Transepithelial ion transport was measured as short-circuit current signals (I_SC) across native lung preparations of Xenopus laevis in Ussing-chambers. H₂S was applied by the donor molecule NaHS.

Results: 

The application of NaHS (1 mM) decreased I_SC by 50%. There was no effect of NaHS on niflumic-acid-sensitive chloride secretion, whereas amiloride-sensitive sodium absorption was significantly decreased. On apically permeabilised epithelia, NaHS inhibited ouabain-sensitive Na⁺/K⁺-ATPase currents.
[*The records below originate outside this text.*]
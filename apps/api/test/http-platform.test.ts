import { afterAll, beforeAll, describe, expect, it } from 'vitest';
import request from 'supertest';
import { errorBodySchema } from '@millrace/contracts';
import { createTestContext, type TestContext } from './support/test-app';

let ctx: TestContext;
beforeAll(async () => {
  ctx = await createTestContext();
});
afterAll(async () => ctx?.close());

describe('health', () => {
  it('when the database is up, then GET /api/health answers {"status":"ok","db":"up"} without sign-in', async () => {
    const res = await request(ctx.app).get('/api/health');
    expect(res.status).toBe(200);
    expect(res.body).toEqual({ status: 'ok', db: 'up' });
  });
});

describe('bad input', () => {
  it('when body fields are wrong, missing or unknown, then 400 validation_failed names each by path', async () => {
    const admin = await ctx.agentFor('admin');
    const res = await admin.post('/api/people').send({ email: 'nope', role: 'boss', nickname: 'x' });
    expect(res.status).toBe(400);
    const body = errorBodySchema.parse(res.body);
    expect(body.error.code).toBe('validation_failed');
    expect(body.error.fields?.map((f) => f.path).sort()).toEqual(['email', 'name', 'nickname', 'role']);
    for (const f of body.error.fields ?? []) expect(f.message.length).toBeGreaterThan(0);
  });

  it('when a path parameter is not a number, then 400 names params.id', async () => {
    const admin = await ctx.agentFor('admin');
    const res = await admin.patch('/api/people/abc').send({ role: 'planner', version: 1 });
    expect(res.status).toBe(400);
    expect(res.body.error.fields).toEqual([expect.objectContaining({ path: 'params.id' })]);
  });

  it('when the JSON is malformed, then 400 validation_failed saying so', async () => {
    const res = await ctx.anonymous().post('/api/auth/sign-in').set('Content-Type', 'application/json').send('{"email": ');
    expect(res.status).toBe(400);
    expect(res.body.error.code).toBe('validation_failed');
    expect(res.body.error.message).toMatch(/not valid JSON/);
  });

  it('when the body is larger than 1 MB, then 413 payload_too_large', async () => {
    const big = JSON.stringify({ email: 'a@b.test', password: 'x'.repeat(1024 * 1024 + 10) });
    const res = await ctx.anonymous().post('/api/auth/sign-in').set('Content-Type', 'application/json').send(big);
    expect(res.status).toBe(413);
    expect(res.body.error.code).toBe('payload_too_large');
  });

  it('when a body just under the limit is sent, then it is read (and judged on its fields)', async () => {
    const body = JSON.stringify({ email: 'a@b.test', password: 'x'.repeat(900 * 1024) });
    const res = await ctx.anonymous().post('/api/auth/sign-in').set('Content-Type', 'application/json').send(body);
    expect(res.status).toBe(400);
    expect(res.body.error.fields).toEqual([expect.objectContaining({ path: 'password' })]);
  });

  it('when nested fields are wrong, then the field paths are dotted (a.b.0)', async () => {
    // Uses the validator directly on a throw-away route so the path format is pinned down.
    const express = (await import('express')).default;
    const { z } = await import('zod');
    const { validate } = await import('../src/http/validate-request');
    const { errorHandler } = await import('../src/http/error-handler');
    const app = express();
    app.use(express.json());
    const input = validate({ body: z.strictObject({ rows: z.array(z.strictObject({ qty: z.number().positive() })) }) });
    app.post('/x', input, (_req, res) => {
      res.json(input.from(res).body);
    });
    app.use(errorHandler({ error: () => undefined }));
    const bad = await request(app).post('/x').send({ rows: [{ qty: 1 }, { qty: -2 }, { qty: 3, extra: 1 }] });
    expect(bad.status).toBe(400);
    expect(bad.body.error.fields.map((f: { path: string }) => f.path).sort()).toEqual(['rows.1.qty', 'rows.2.extra']);
    const good = await request(app).post('/x').send({ rows: [{ qty: 1 }] });
    expect(good.body).toEqual({ rows: [{ qty: 1 }] });
  });

  it('when something unexpected throws, then 500 with a plain message and no stack trace', async () => {
    const express = (await import('express')).default;
    const { errorHandler } = await import('../src/http/error-handler');
    const app = express();
    app.get('/boom', () => {
      throw new Error('secret internal detail at /srv/app.js:12');
    });
    const logged: unknown[] = [];
    app.use(errorHandler({ error: (_m, e) => logged.push(e) }));
    const res = await request(app).get('/boom');
    expect(res.status).toBe(500);
    expect(res.body.error.code).toBe('internal_error');
    expect(JSON.stringify(res.body)).not.toContain('secret');
    expect(logged).toHaveLength(1);
  });
});

describe('serving the planner', () => {
  it('when PLANNER_DIST is set, then files are served, other non-/api GETs get index.html, and /api stays JSON', async () => {
    const { mkdtemp, writeFile, mkdir, rm } = await import('node:fs/promises');
    const { tmpdir } = await import('node:os');
    const path = await import('node:path');
    const { createApp } = await import('../src/app');
    const dist = await mkdtemp(path.join(tmpdir(), 'millrace-planner-'));
    try {
      await writeFile(path.join(dist, 'index.html'), '<!doctype html><title>planner shell</title>');
      await mkdir(path.join(dist, 'assets'));
      await writeFile(path.join(dist, 'assets', 'app.js'), 'console.log("app")');
      const app = createApp({ dataSource: ctx.dataSource, config: { ...ctx.config, plannerDist: dist } });
      const root = await request(app).get('/');
      expect(root.status).toBe(200);
      expect(root.text).toContain('planner shell');
      const deep = await request(app).get('/plans/3/review');
      expect(deep.status).toBe(200);
      expect(deep.text).toContain('planner shell');
      const asset = await request(app).get('/assets/app.js');
      expect(asset.text).toContain('console.log');
      const api = await request(app).get('/api/nothing-here');
      expect(api.status).toBe(404);
      expect(api.body.error.code).toBe('not_found');
    } finally {
      await rm(dist, { recursive: true, force: true });
    }
  });
});
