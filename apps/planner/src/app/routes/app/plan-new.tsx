import { PlanNewPage } from '@/features/plans';

export default function PlanNewRoute() {
  return <PlanNewPage />;
}
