import { SettingsPage } from '@/features/settings';
import { useMe } from '@/lib/auth';
import { can } from '@/lib/authorization';

export default function SettingsRoute() {
  const me = useMe();
  return <SettingsPage canEdit={can(me.data?.role, 'write:settings')} />;
}
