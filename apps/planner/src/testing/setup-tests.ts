import '@testing-library/jest-dom/vitest';
import { cleanup, configure } from '@testing-library/react';
import { afterEach } from 'vitest';

/**
 * jsdom lays nothing out, so every element measures 0 × 0 and virtualised lists would draw no
 * rows. Give elements the size of a small browser window instead (1024 × 600).
 */
Object.defineProperty(HTMLElement.prototype, 'clientHeight', { configurable: true, get: () => 600 });
Object.defineProperty(HTMLElement.prototype, 'clientWidth', { configurable: true, get: () => 1024 });

/**
 * The first render of a route compiles its lazily loaded module; on a busy 2-core machine that
 * can take longer than Testing Library's default 1 s wait.
 */
configure({ asyncUtilTimeout: 5000 });

afterEach(() => cleanup());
Further, NaHS decreased lidocaine-sensitive potassium currents across functionally isolated basolateral membranes, which were exposed to a potassium gradient in the presence of ouabain.

Conclusion: 

These data indicate that H₂S inhibits amiloride-sensitive sodium absorption across Xenopus lung epithelia. This is likely due to an inhibition of both Na⁺/K⁺-ATPase and potassium channel activity in the basolateral membrane. An impairment of both transporting systems will eventually decrease the electrochemical driving force, which maintains transepithelial sodium absorption. Taken together, H₂S might thus represent a novel regulator of ion transport processes in lung epithelia. Supported by DFG AL 1453/ 1-1.